How To Safely Soothe Teething Pain
For baby’s teething pain, there are some tried and true remedies that pediatricians and pediatric dentists agree are much safer options than the methods mentioned previously. When in doubt, always check with your child’s doctor about which methods are best for your baby.
- Massaging the gums – Since the majority of teething pain is associated with the tooth erupting through the gums, one of the best ways to soothe the pain is by gently massaging the gums. You can do this by using your clean finger, a moist gauze pad wrapped around your finger, or a small, cooled (not frozen) metal spoon. Never leave the gauze or spoon in your child’s mouth or hand, as they could choke on these items.
- Offering something to chew on – Giving your child a safe object to chew on allows them to massage their own gums, in a sense, and provides comfort. There are a number of safe, non-toxic teethers on the market. Those made of natural rubber and food grade silicone are the safest, but no matter what the teether is made of, avoid ones filled with liquid and ones that use batteries, as in both cases the teether can break open and cause the liquid or batteries to make their way into the child’s mouth. A washcloth is also a safe option. If possible, chill (but don’t freeze) the teether or washcloth before giving it to your child since the cooling sensation aids in reducing pain. Always be sure the object is clean before giving it to your baby.

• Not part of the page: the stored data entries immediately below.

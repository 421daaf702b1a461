"""What is left of a faulty flow, so that one run reports the faults of its references as well."""

import copy
from collections.abc import Sequence
from dataclasses import dataclass, field
from typing import Any

from flowplan.errors import Diagnostic, Path
from flowplan.model.base import WAFER
from flowplan.model.build import build, follow
from flowplan.model.flow import Flow

_ROUNDS = 5
#: In the first rounds values go, then what is left without its needed values: `{random: .nan}`, then `cd`.
_VALUES_ONLY = 2
#: Findings that rest on these parts of the flow, and mislead when something of them is missing.
_FROM_PARTS = {
    "FP403": frozenset({"field", "wafer"}),
    "FP404": frozenset({"field", "wafer", "unit"}),
    "FP206": frozenset({"field", "wafer", "unit"}),
}
#: Without these whole parts every reference to what they name would look wrong.
_NAMING: frozenset[Path] = frozenset({("tools",), ("masks",), ("self_aligned",), ("split_layers",)})


@dataclass(slots=True)
class Salvaged:
    """The sound remainder of a flow.

    Attributes
    ----------
    flow : Flow or None
        The remainder; None when too little is left.
    dropped : set of str
        Ids whose definition was taken out; findings about them would mislead.
    kept : dict
        For each list of the file, the original index of every entry that is left.
    lost_parts : set of str
        Keys of the flow itself whose value, or a part of it, was taken out.
    nameless : bool
        Whether something was dropped whose id is not known; any unknown id could be its.
    """

    flow: Flow | None = None
    dropped: set[str] = field(default_factory=set)
    kept: dict[str, list[int]] = field(default_factory=dict)
    lost_parts: set[str] = field(default_factory=set)
    nameless: bool = False

    def misleads(self, finding: Diagnostic) -> bool:
        """Whether a finding about the remainder only follows from what was taken out."""
        if finding.code in _FROM_PARTS and self.lost_parts & _FROM_PARTS[finding.code]:
            return True
        if finding.code == "FP205" and finding.path in (("tools",), ("masks",)):
            return bool(self.dropped) or self.nameless
        if self.nameless and finding.code == "FP301" and finding.path[-1:] != ("tool",):
            return True
        return any(repr(name) in finding.message for name in self.dropped)

    def original(self, path: Path) -> Path:
        """Translate a path in the remainder to the path in the whole file."""
        if len(path) > 1 and isinstance(path[1], int) and path[0] in self.kept:
            return (path[0], self.kept[str(path[0])][path[1]], *path[2:])
        return path


def salvage(data: object, diagnostics: Sequence[Diagnostic]) -> Salvaged:
    """Build what is left of a flow when its faulty places are taken out.

    First the faulty values alone are taken out, since most keys may be left out; where that is not
    enough, the whole mask, pair, tool or feature goes.

    Parameters
    ----------
    data : object
        The plain data that `build` refused; it is not changed.
    diagnostics : sequence of Diagnostic
        What `build` found wrong with it.

    Returns
    -------
    Salvaged
        The remainder with what is needed to report on it.
    """
    rest = copy.deepcopy(data)
    result = Salvaged()
    if isinstance(rest, dict):
        result.kept = {k: list(range(len(v))) for k, v in rest.items() if isinstance(v, list)}
    if isinstance(rest, dict):
        rest.setdefault("flow", "unnamed")
    left = tuple(diagnostics)
    for number in range(_ROUNDS):
        for diagnostic in left:
            _take_out(rest, diagnostic.path, result)
        if number >= _VALUES_ONLY:
            for entry in sorted({d.path[:2] for d in left if len(d.path) > 1}, key=_late_first, reverse=True):
                _drop_entry(rest, entry, result)
        _stand_in(rest)
        result.flow, left = build(rest)
        if result.flow is not None:
            break
    return result


def _late_first(entry: Path) -> tuple[str, int, str]:
    group, name = entry
    return str(group), name if isinstance(name, int) else 0, str(name)


def _take_out(data: object, path: Path, result: Salvaged) -> None:
    """Delete the value at a path from its mapping, where it stands in one."""
    parent = follow(data, path[:-1])
    if not path or not isinstance(parent, dict) or path[-1] == "id" or path in _NAMING:
        return
    parent.pop(path[-1], None)
    result.lost_parts.add(str(path[0]))
    if len(path) == 2 and path[:1] in _NAMING:
        result.dropped.add(str(path[1]))
    term = follow(data, path[:4])
    if path[2:3] == ("terms",) and isinstance(term, dict) and "source" in term:
        # what is left of the term no longer says how the shared source is quoted
        term.pop("source")
        term.pop("common", None)


def _stand_in(data: object) -> None:
    """Give masks and pairs that lost a needed value another, so that they are still checked."""
    if not isinstance(data, dict):
        return
    tools = data.get("tools")
    for mask in _entries(data.get("masks")):
        mask.setdefault("aligns_to", WAFER)
        if isinstance(tools, dict) and tools:
            mask.setdefault("tool", next(iter(tools)))
    for pair in _entries(data.get("pairs")):
        if pair.get("rule") not in ("overlay", "landing"):
            pair.setdefault("drawn", 0)


def _entries(group: object) -> list[dict[str, Any]]:
    return [entry for entry in group if isinstance(entry, dict)] if isinstance(group, list) else []


def _drop_entry(data: object, entry: Path, result: Salvaged) -> None:
    """Drop a whole mask, pair, tool or feature."""
    group = follow(data, entry[:1])
    name = entry[1]
    if isinstance(group, dict):
        group.pop(name, None)
        result.dropped.add(str(name))
    elif isinstance(group, list) and isinstance(name, int) and name < len(group):
        item = group.pop(name)
        result.kept[str(entry[0])].pop(name)
        given = item.get("id") if isinstance(item, dict) else item
        if isinstance(given, str):
            result.dropped |= {given, given.strip()}
        elif entry[0] in ("masks", "self_aligned"):
            result.nameless = True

- Teething biscuits – These soft biscuits designed to soothe gums, satisfy a child’s urge to bite, help babies learn how to feed themselves, dissolve in the mouth, and don’t crumble or crack. However, to stay on the safe side, they should only be given to children over six months old who have started eating solid foods. You should also opt for unsweetened or sugar-free biscuits since those with sugar can contribute to cavities. It’s advised to not use other types of foods for teething because they may not dissolve like teething biscuits and could be a choking hazard.
- Children’s pain medication – Particularly if other safe methods don’t soothe your child’s teething pain, you can give them an over-the-counter children’s pain medication, such as acetaminophen (Tylenol) or ibuprofen (Motrin) for infants over 6 months of age. But always follow the label’s instructions for your child’s age and weight and be sure your pediatrician has deemed the medication safe for your child.
Caring for Your Child’s New Teeth
Before teeth begin erupting, run a soft, clean cloth over your baby’s gums twice a day to keep food and bacteria from building up in the mouth. After the first teeth come in, use a small, soft-bristled baby toothbrush to clean them. If you use fluoride toothpaste, don’t use any larger than a dollop the size of a grain of rice until your child is at least 2 years old. After 2 years of age, children can use fluoride toothpaste that is the size of a pea. Talk to your pediatrician about when to begin taking your child to a pediatric dentist for regular dental checkups, typically after 12 months of age.